EXERCISE INSTRUCTIONS: From the records below, please repeat exactly the line that has "def rotation(self) ->", the line that has "phase_crossover_rad_s, phase_crossover_below_rad_s : float", and every line between them, and nothing else.

DATA FOR ANALYSIS:
def _at_rest(silence: Quiet, error: Fraction) -> str:
    found = _searched(silence)
    if silence.integration:
        if silence.dies_out:
            return "without input, the output comes to rest: there is no limit cycle"
        return (
            f"without input, the output settles within {ceiling_text(error)} counts of what the integral holds, its "
            f"own rounding and limit cycles included{found}"
        )
    if silence.rests_at_zero:
        return "without input, the output comes to rest at zero: there is no limit cycle"
    most = counted(silence.largest_output, "count")
    if silence.searched_output is not None:
        cycle = counted(silence.searched_output, "count")
        return (
            f"without input, the output settles within {cycle} of zero, the largest limit cycle: found by searching "
            f"every state; without the search, at most {most}"
        )
    return f"without input, the output settles within {most} of zero, limit cycles included{found}"


def _searched(silence: Quiet) -> str:
    """Largest cycle of every section whose states were all searched, for behind a bound on all of them."""
    sizes = [
        (each.section, each.cycles.amplitude / Fraction(2) ** each.fraction_bits)
        for each in silence.sections
        if each.cycles.amplitude
    ]
    return "".join(
        f"; the largest cycle of section {number} by itself, found by searching every state, is "
        f"{ceiling_text(size)} count{'' if size == 1 else 's'}"
        for number, size in sizes
    )


def _unprotected(emission: IntegerEmission, c: Spelling) -> list[str]:
    other = "coefficients other than those of the design: a sum may then overflow, which is undefined"
    return [
        *([other] if c.table else []),
        *(f"an integral {i} that has to go beyond {most}: the rest is lost" for i, most in _held_integrals(emission)),
        *unprotected(
            emission,
            "the limits of the input hide it, and any count between them is taken as it is",
            follows_applied=_uses_applied(c),
        ),
        "a null pointer, a state that was never cleared, two calls on one state at the same time",
    ]


# ---------------------------------------------------------------- macros and types


def _limits(c: Spelling) -> list[str]:
    interface = c.program.interface
    says = "Limits in counts, offsets included. An input beyond them is saturated on entry; the command stays within."
    return [
        *comment(wrapped(says)),
        *_limit_macros(c.name, "INPUT", interface.input),
        *_limit_macros(c.name, "OUTPUT", interface.output),
        "",
    ]


def _limit_macros(name: str, which: str, port: Port) -> list[str]:
    ends = (("LOW", port.low + port.offset), ("HIGH", port.high + port.offset))
    return [f"#define {name}_{which}_{end} {integer_constant(value)}" for end, value in ends]


def _state(c: Spelling) -> list[str]:
    fields = [f"    {ctype(bits)} {name}; /* {_meaning(c, name)} */" for name, bits in state_bits(c).items()]
    return ["typedef struct {", *fields, f"}} {c.name}_state;", ""]


def _meaning(c: Spelling, field: str) -> str:
    """What a state field holds, and its fraction bits."""
    if field == UNUSED:
        return "nothing to remember"
    if field == COMMAND:
        return "command before the clamp, from output to advance"
    waiting = {each.name for each in kept(c)}
    part, _, role = field.partition("_")
    number = part.lstrip("abcdefghijklmnopqrstuvwxyz")
    if part.startswith("integral"):
        assert c.program.integral is not None
        return f"integral state {number}; {c.program.integral.word.fraction_bits} fraction bits"
    if field in waiting:
        what = "discards" if role.endswith("discarded") else "hands on"
        return f"what section {number} {what}, from output to advance"
    point = f"; {c.program.words[f'state.{field}'].fraction_bits} fraction bits"
    if part == INPUT:
        return f"input {counted(int(role), 'sample')} ago{point}"
    if role.startswith("output_"):
        age = role.removeprefix("output_")
        if age == "remainder":
            return f"what rounding in section {number} discarded, to be added back"
        return f"what section {number} handed on {counted(int(age), 'sample')} ago{point}"
    return f"section {number}, state {role}{point}"


def _table(c: Spelling) -> list[str]:
    fields = [
        f"    {ctype(one.bits)} {field}; /* {one.fraction_bits} fraction bits */" for field, one in c.fields.items()
    ]
    says = wrapped(
        "Every multiplied coefficient, as value times 2 to the power of its fraction bits. Those that are exactly 0 or "
        "a power of two are part of the code and not in the table. The gain of a section serves the preset and follows "
        "from the others. Another table is swapped in as a whole, between two samples."
    )
    return [
        *comment(says),
        "typedef struct {",
        *(fields or [f"    int8_t {UNUSED}; /* nothing is multiplied */"]),
        f"}} {c.name}_coefficients;",
        "",
        f"extern const {c.name}_coefficients {c.name}_nominal; /* the design's own */",
        "",
    ]


# ---------------------------------------------------------------- functions
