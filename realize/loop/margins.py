"""Crossings of a loop's frequency response, and the figures read from them.

The open loop is ``ln |L|`` and an unwrapped phase. A gain crossover is a frequency with ``|L| = 1``, a phase crossover
one at which the phase is an odd multiple of half a turn. Crossings are bracketed on a grid that follows the roots of
the response and refined to rounding; a touch between two grid points is found from the extreme of three neighbours.
"""

from __future__ import annotations

from collections.abc import Callable, Sequence
from math import cos, degrees, exp, floor, inf, log10, pi
from typing import NamedTuple

import numpy as np

from realize.checks.schur import MARGINAL, STABLE
from realize.loop.response import Real

#: Logarithm of the gain, and phase in rad, within which a crossing counts as lying on the critical point: rounding of
#: a sum of some dozen factors.
ON_POINT = 1e-11

#: Steps of the search in a bracket; every fourth halves the bracket.
_MOST_STEPS = 160

#: A bracket is closed when it is this narrow relative to its frequency.
_CLOSED = 4e-16

#: A function of the size of a logarithm or a phase this small is 0: a few roundings of its terms.
_ZERO = 4e-15

#: Residual of the phase, in rad, above which a bracket held a jump (a root on the axis) and no crossing.
_JUMP = 1e-3

#: How far from a level an extreme may lie, in units of what its neighbours differ from it, to be looked at: the
#: vertex of the parabola through three neighbours is nearer to the middle one than they are.
_NEAR = 2.0

#: Rounds in which the extreme of a touch is closed in on; the third changes nothing that shows in a double.
_TOUCH_ROUNDS = 3

#: Smallest ``|1 + L|`` are looked for in brackets divided in so many parts, so many times: 16^5 = 1e6.
_PARTS = 32
_PEAK_ROUNDS = 5
_PEAKS = 4

#: Larger exponents would overflow where only ``1/|1 + L| = 0`` is wanted.
_MOST_LOG = 300.0

Evaluate = Callable[[Real], tuple[Real, Real]]


class GainCrossover(NamedTuple):
    """A frequency at which the gain is 1.

    Attributes
    ----------
    w_rad_s : float
    phase : float
        Unwrapped, in rad.
    direction : int
        Of the gain with rising frequency: 1, -1, or 0 for a touch.
    """

    w_rad_s: float
    phase: float
    direction: int

    @property
    def lag_left(self) -> float:
        """Additional lag, in rad from 0 to one turn, that takes this crossover to the critical point."""
        return (self.phase + pi) % (2 * pi)

    @property
    def rotation(self) -> float:
        """Smallest rotation to the critical point, positive for a lag, within half a turn."""
        lag = self.lag_left
        return lag - 2 * pi if lag > pi else lag


class PhaseCrossover(NamedTuple):
    """A frequency (0 and infinity included) at which the response is real and negative."""

    w_rad_s: float
    log_gain: float


class Ends(NamedTuple):
    """What the response does at the two ends of the frequency axis.

    Attributes
    ----------
    start : pair of float
        ``(ln |L|, phase)`` at w = 0; ``inf`` with a pole there, the phase then being that of its residue.
    end : pair of float or None
        ``(ln |L|, phase or None)`` at half the sample rate or at infinity; None where the phase has no limit.
    end_rad_s : float
        Half the sample rate, or infinity.
    """

    start: tuple[float, float]
    end: tuple[float, float | None]
    end_rad_s: float = inf


class Margins(NamedTuple):
    """How far a loop is from its stability limit. ``None`` where there is no such limit.

    Attributes
    ----------
    gain_margin, gain_reduction_margin : float or None
        Smallest factor above 1, and largest below 1, on the gain that reach the limit.
    phase_crossover_rad_s, phase_crossover_below_rad_s : float or None
        Where these are taken; 0 and infinity are possible.
    phase_margin_deg : float or None
        Smallest rotation to the critical point over all gain crossovers. For a stable loop it is positive and may
        be a lag or a lead; otherwise crossovers beyond the critical point count as negative.
    crossover_rad_s : float or None
        Where it is taken.
    delay_margin_s : float or None
        Smallest additional delay that reaches the limit, over all gain crossovers of a stable loop.
    maximum_sensitivity : float or None
        Greatest ``|1/(1 + L)|``; None on the stability limit, where it has no bound.
    peak_rad_s : float or None
        Where; None when it is approached at infinity.
    crossovers_rad_s : tuple of float
        All gain crossovers, ascending.
    """

    gain_margin: float | None
    phase_crossover_rad_s: float | None
    gain_reduction_margin: float | None
    phase_crossover_below_rad_s: float | None
    phase_margin_deg: float | None
    crossover_rad_s: float | None
    delay_margin_s: float | None
    maximum_sensitivity: float | None
    peak_rad_s: float | None
    crossovers_rad_s: tuple[float, ...]

    @property
    def gain_margin_db(self) -> float | None:
        """Smallest raise that reaches the limit."""
        return None if self.gain_margin is None else 20 * log10(self.gain_margin)

    @property
    def gain_reduction_margin_db(self) -> float | None:
        """Smallest cut that reaches the limit; never negative."""
        return None if self.gain_reduction_margin is None else -20 * log10(self.gain_reduction_margin)
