import type { ConductorGroup, PathElement, RunDocument } from './run-document';

type Ids = Pick<RunDocument, 'path' | 'conductors'>;

function takenIds(document: Ids): Set<string> {
  return new Set([...document.path, ...(document.conductors ?? [])].map((part) => part.id));
}

function nextFree(prefix: string, taken: ReadonlySet<string>): string {
  let highest = 0;
  for (const id of taken) {
    const digits = id.startsWith(prefix) ? id.slice(prefix.length) : '';
    if (/^\d{1,6}$/.test(digits)) highest = Math.max(highest, Number(digits));
  }
  return `${prefix}${highest + 1}`;
}

/**
 * The next free element id in a document: `e12` after `e1 … e11`. It depends on the document alone, so the same edit of
 * the same document names its piece alike on every device.
 */
export function elementIdAfter(document: Ids): string {
  return nextFree('e', takenIds(document));
}

/** The next free conductor-group id: `w3` after `w1` and `w2`. */
export function groupIdAfter(document: Ids): string {
  return nextFree('w', takenIds(document));
}

/** Gives each part without an id (`''`) the next free one; parts that have one keep it. */
function numbered<T extends { id: string }>(
  prefix: string,
  parts: readonly T[],
  taken: Set<string>,
): T[] {
  return parts.map((part) => {
    if (part.id !== '') return part;
    const id = nextFree(prefix, taken);
    taken.add(id);
    return { ...part, id };
  });
}

/** Names the elements that have no id yet, free in the document they will go into. */
export function numberElements(document: Ids, elements: readonly PathElement[]): PathElement[] {
  const taken = takenIds(document);
  for (const element of elements) taken.add(element.id);
  return numbered('e', elements, taken);
}

/** Names the conductor groups that have no id yet, free in the document they will go into. */
export function numberGroups(document: Ids, groups: readonly ConductorGroup[]): ConductorGroup[] {
  const taken = takenIds(document);
  for (const group of groups) taken.add(group.id);
  return numbered('w', groups, taken);
}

RESULT BELOW:
    def rotation(self) -> float:
        """Smallest rotation to the critical point, positive for a lag, within half a turn."""
        lag = self.lag_left
        return lag - 2 * pi if lag > pi else lag


class PhaseCrossover(NamedTuple):
    """A frequency (0 and infinity included) at which the response is real and negative."""

    w_rad_s: float
    log_gain: float


class Ends(NamedTuple):
    """What the response does at the two ends of the frequency axis.

    Attributes
    ----------
    start : pair of float
        ``(ln |L|, phase)`` at w = 0; ``inf`` with a pole there, the phase then being that of its residue.
    end : pair of float or None
        ``(ln |L|, phase or None)`` at half the sample rate or at infinity; None where the phase has no limit.
    end_rad_s : float
        Half the sample rate, or infinity.
    """

    start: tuple[float, float]
    end: tuple[float, float | None]
    end_rad_s: float = inf


class Margins(NamedTuple):
    """How far a loop is from its stability limit. ``None`` where there is no such limit.

    Attributes
    ----------
    gain_margin, gain_reduction_margin : float or None
        Smallest factor above 1, and largest below 1, on the gain that reach the limit.
    phase_crossover_rad_s, phase_crossover_below_rad_s : float or None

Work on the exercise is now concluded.